Я не мог понять, какие чувства она во мне вызывает. Сначала мне было забавно наблюдать за ней – слишком уж выразительная и живая у нее мимика. Бери и читай как открытую книгу – буквально всё у неё на лице написано. Ну тут ещё, конечно, важно и то, что лицо у неё интересное. В смысле, симпатичное… ну, то есть красивое.
Потом мне было её жалко. Чисто по-человечески.
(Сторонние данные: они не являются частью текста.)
def plan_map_figure(gpkg, summary, paper: str = "A4"):
    """The plan of a run as a matplotlib Figure of the paper's figure size (see `plan_map_png`).

    Notes
    -----
    The map takes the figure's height and all its width but the legend's, in the project CRS with grid north up
    (north arrow), a scale bar, and the CRS under the title. Chainage ticks every 50 m, or every 100 m on maps
    wider than 1 km, labelled with the chainage [m]. The part of a drive not yet excavated (beyond its face) is
    dashed, and the face is marked. Where a drive passes under a river (the `river` field of `route_reaches`) a
    water-coloured band is drawn across the drive along that reach, named after the river. Buildings of damage
    category 1 or more (the larger of `category` and `worst_category`) and pipes not within limits (`status`, or
    `worst_status`) are labelled with their id, each label placed clear of the others with a leader line to its
    feature (`gis_out.plan_labels`). The settlement bands and contours are smoothed for reading and islands under
    `figure_contours.MIN_ISLAND_CELLS` grid cells are not drawn, as the legend says (`gis_out.figure_contours`).
    """
    info, names = _run_with_route(gpkg, summary)
    route = read_layer(gpkg, "route")
    axes = drive_axes(route)
    bands = read_layer(gpkg, "settlement_bands") if "settlement_bands" in names else None
    lines = read_layer(gpkg, "settlement_lines") if "settlement_lines" in names else None
    box = _plan_extent(route, bands)
    width = box[2] - box[0]
    spacing = _spacing_or_none(info)

    fig = plt.figure(figsize=figure_size_in(paper))
    ax = fig.add_axes([0.1, 0.1, 0.6, 0.8])  # placed once the legend is measured
    handles: list = []
    with _closed_on_failure(fig):
        levels = _figure_levels(bands, spacing)
        handles += _plan_bands(ax, bands, info, levels)
        handles += _plan_contours(ax, lines, levels, spacing)
        river_labels, river_handles = _plan_rivers(ax, gpkg, names, width)
        buildings = read_layer(gpkg, "buildings", bbox=box) if "buildings" in names else None
        pipes = read_layer(gpkg, "utilities", bbox=box) if "utilities" in names else None
        if buildings is not None:
            handles += _plan_buildings(ax, buildings)
        if pipes is not None:
            handles += _plan_utilities(ax, pipes)
        handles += _plan_routes(ax, axes, width) + river_handles
        if "face_stations" in names:
            handles += _plan_face(ax, read_layer(gpkg, "face_stations", bbox=box))
        _plan_layout(fig, ax, route, axes, info, handles)
        _fit_map_to_axes(fig, ax, box)
        drawn = _drawn_points(ax)
        bar = _scale_bar(ax, _emptiest_corner(ax, drawn, "lower"))
        arrow = _north_arrow(ax, _emptiest_corner(ax, drawn, "upper"))
        (x0, x1), (y0, y1) = ax.get_xlim(), ax.get_ylim()
        labels = river_labels + plan_labels.building_labels(buildings, (x0, y0, x1, y1))
        labels += plan_labels.utility_labels(pipes, (x0, y0, x1, y1))
        renderer = fig.canvas.get_renderer()
        plan_labels.place_labels(ax, labels, obstacles=[a.get_window_extent(renderer) for a in (bar, arrow)])
    return fig
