@dataclass(frozen=True)
class FitResult:
    """Back-analysed values for one drive or one part of it (see the module docstring for the key)."""

    volume_loss_pct: float  # [%]
    trough_width_k: float  # [-]
    volume_loss_pct_se: float  # standard error, cluster-robust by monitoring point [%]; NaN when not defined
    trough_width_k_se: float  # standard error, cluster-robust by monitoring point [-]; NaN when not defined
    readings_used: int  # readings in the final fit (outliers and points below the crown left out)
    rms_mm: float  # root mean square of the residuals of the readings used [mm]
    outliers: list = field(default_factory=list)  # dicts: point_id, date, line, reading_mm, fitted_mm,
    #                                               residual_mm, standardised_residual
    volume_loss_pct_ci95: list = field(default_factory=lambda: [math.nan, math.nan])  # 95 % interval [low, high] [%]
    trough_width_k_ci95: list = field(default_factory=lambda: [math.nan, math.nan])  # 95 % interval [low, high] [-]
    points_used: int = 0  # monitoring points among the readings used: the clusters G of the standard errors
    volume_loss_pct_se_independent: float = math.nan  # standard error were the readings independent [%]; comparison
    trough_width_k_se_independent: float = math.nan  # standard error were the readings independent [-]; comparison


@dataclass
class BackAnalysis:
    """What `back_analysis` returns: the fits, per reading what the fit made of it, and warnings for the user."""

    fits: dict  # (drive name, None | reach number) -> FitResult
    fitted_mm: np.ndarray  # settlement of the fitted model at each reading; NaN where its drive was not fitted
    in_fit: np.ndarray  # bool, the reading is one of the readings used
    outlier: np.ndarray  # bool
    warnings: list[str]
    outlier_limit: float = OUTLIER_LIMIT  # [robust sigmas]
    min_face_past_m: float | None = None  # [m]; None = all readings fitted


# ------------------------------------------------------------------------------------------------- the model
def drive_with_values(drive: Drive, values: dict) -> Drive:
    """A copy of `drive` with volume loss and K set: `values` maps None (the whole drive, reaches too), 0 (the drive
    outside its reaches) or n >= 1 (its n-th reach in chainage order) to (volume_loss_pct, trough_width_k)."""
    if None in values:
        vl, k = values[None]
        reaches = tuple(replace(r, volume_loss_pct=vl, trough_width_k=k) for r in drive.reaches)
        return replace(drive, volume_loss_pct=vl, trough_width_k=k, reaches=reaches)
    out = drive
    if 0 in values:
        out = replace(out, volume_loss_pct=values[0][0], trough_width_k=values[0][1])
    reaches = tuple(replace(r, volume_loss_pct=values[n][0], trough_width_k=values[n][1]) if n in values else r
                    for n, r in enumerate(drive.reaches, 1))
    return replace(out, reaches=reaches)


def apply_fits(project: Project, fits: dict) -> Project:
    """The project with the fitted volume loss and K written into its drives (as `fitted_project_toml` does)."""
    drives = []
    for drive in project.drives:
        values = {key[1]: (f.volume_loss_pct, f.trough_width_k) for key, f in fits.items() if key[0] == drive.name}
        drives.append(drive_with_values(drive, values) if values else drive)
    return replace(project, drives=tuple(drives))
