def write_readings(cable_xy):
    """Invented monitoring of the cable tunnel under construction: two arrays of surface points across it, read each
    day as the face advanced 5 m a day to chainage 95 m. The readings are made with the engine from a "true" volume
    loss of 1.2 % and K of 0.42 (the design says 0.8 % and the layers' K), plus 0.3 mm of levelling noise and two
    misread staff readings, so that `settle fit` has something to find. Synthetic data for the demo only."""
    import sys

    sys.path.insert(0, str(HERE.parent))
    from settle.monitoring.fitting import drive_with_values, predicted_settlement_mm
    from settle.inputs.project_file import load_project
    from settle.inputs.readings import Readings

    project = load_project(HERE / "ostrey.toml")
    index = [d.name for d in project.drives].index("Osier Meadow to Rope Street cable tunnel")
    truth = replace_drive(project, index, drive_with_values(project.drives[index], {None: (1.2, 0.42)}))
    rng = np.random.default_rng(1201)
    places = [(f"CT{ch:.0f}-{'L' if off > 0 else 'R' if off < 0 else 'C'}{abs(off):.0f}", *_set_out(cable_xy, ch, off))
              for ch in (30.0, 60.0) for off in (-9.0, -6.0, -3.0, 0.0, 3.0, 6.0, 9.0)]
    rows = []
    start = np.datetime64("2026-11-02T07:30:00")
    for day, face in enumerate(np.arange(10.0, 95.01, 5.0)):
        n = len(places)
        where = Readings(point_id=np.array([p[0] for p in places], dtype=object),
                         x_m=X0 + np.array([p[1] for p in places]), y_m=Y0 + np.array([p[2] for p in places]),
                         depth_m=np.zeros(n), date=np.full(n, start + np.timedelta64(day, "D")),
                         settlement_mm=np.zeros(n), face_chainage_m=np.full(n, face), drive=np.full(n, index),
                         line=np.zeros(n, dtype=int), drive_names=tuple(d.name for d in project.drives))
        true_mm = predicted_settlement_mm(truth, where)
        read = true_mm + rng.normal(0.0, 0.3, n)
        for k, (pid, px, py) in enumerate(places):
            rows.append((pid, X0 + px, Y0 + py, str(start + np.timedelta64(day, "D")) + "Z", read[k], face))
    rows[150] = rows[150][:4] + (rows[150][4] + 10.0,) + rows[150][5:]  # a misread staff: 10 mm off
    rows[201] = rows[201][:4] + (rows[201][4] - 8.0,) + rows[201][5:]
    with open(HERE / "cable_tunnel_readings.csv", "w") as f:
        f.write("point_id,drive,x,y,date,settlement_mm,face_chainage_m\n")
        for pid, px, py, date, value, face in rows:
            f.write(f"{pid},Osier Meadow to Rope Street cable tunnel,{px:.2f},{py:.2f},{date},{value:.2f},{face:.1f}\n")


def replace_drive(project, index, drive):
    from dataclasses import replace

    drives = list(project.drives)
    drives[index] = drive
    return replace(project, drives=tuple(drives))


def _set_out(xy, chainage, offset):
    """Plan position at a chainage along a polyline and an offset to its left (plan chainage)."""
    seg = np.diff(xy, axis=0)
    s = np.concatenate([[0.0], np.cumsum(np.hypot(seg[:, 0], seg[:, 1]))])
    k = min(np.searchsorted(s, chainage, side="right") - 1, len(seg) - 1)
    t = seg[k] / np.hypot(*seg[k])
    p = xy[k] + t * (chainage - s[k])
    return p[0] - t[1] * offset, p[1] + t[0] * offset


if __name__ == "__main__":
    main()
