# ------------------------------------------------------------------------------------------------------ estimate
def estimate_run_size(project: Project, drives, elements: Elements, region=None) -> SizeEstimate:
    """Counts and peak memory of the run of `project`, whose route gave `drives` and `elements`; `region` is the
    ground within reach (`reach_region`), when already known."""
    out = project.output
    precision_m = out.precision_mm / 1e3
    region = reach_region(elements, precision_m) if region is None else region
    nodes, tiles, cells = grid_size(region, out.grid_spacing_m)
    cells = cells if out.settlement_geotiff else 0.0
    pairs = batch_pairs(elements, precision_m, out.grid_spacing_m)
    places, batch = building_places(project.buildings,
                                    (project.building_options or AssessmentOptions()).interior_spacing_m)
    samples = utility_samples(project.utilities, (project.utility_options or UtilityOptions()).sample_spacing_m)
    stations, face_pairs = face_size(project, drives)
    points = float(len(project.points.ids)) if project.points is not None else 0.0
    memory = {
        "base": BASE_MB,
        "grid": grid_memory_mb(nodes, tiles, pairs, cells),
        "buildings": batch * BUILDING_PLACE_BYTES / MB,
        "utilities": samples * UTILITY_SAMPLE_BYTES / MB,
        "face": face_memory_mb(stations, face_pairs),
        "points": points * POINT_BYTES / MB,
    }
    return SizeEstimate(grid_nodes=nodes, grid_tiles=tiles, grid_batch_pairs=pairs, raster_cells=cells,
                        building_places=places, building_batch_places=batch, utility_samples=samples,
                        face_stations=stations, face_pairs=face_pairs, points=points,
                        contour_levels=len(out.contour_levels_mm), memory_mb=memory)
Хотя, вроде, ей ничего такого не делали, обычные девчачьи разборки. Да и она, очевидно, из тех, кому палец в рот не клади. Я вспомнил, как ее одноклассницы галдели в фойе, как она им запальчиво, с вызовом отвечала. На самом деле, сплошь и рядом бывают ситуации куда похлеще. Правда, тут не в ситуации дело, а в том, сколько в ней отчаяния и бессильной ярости в тот момент кипело.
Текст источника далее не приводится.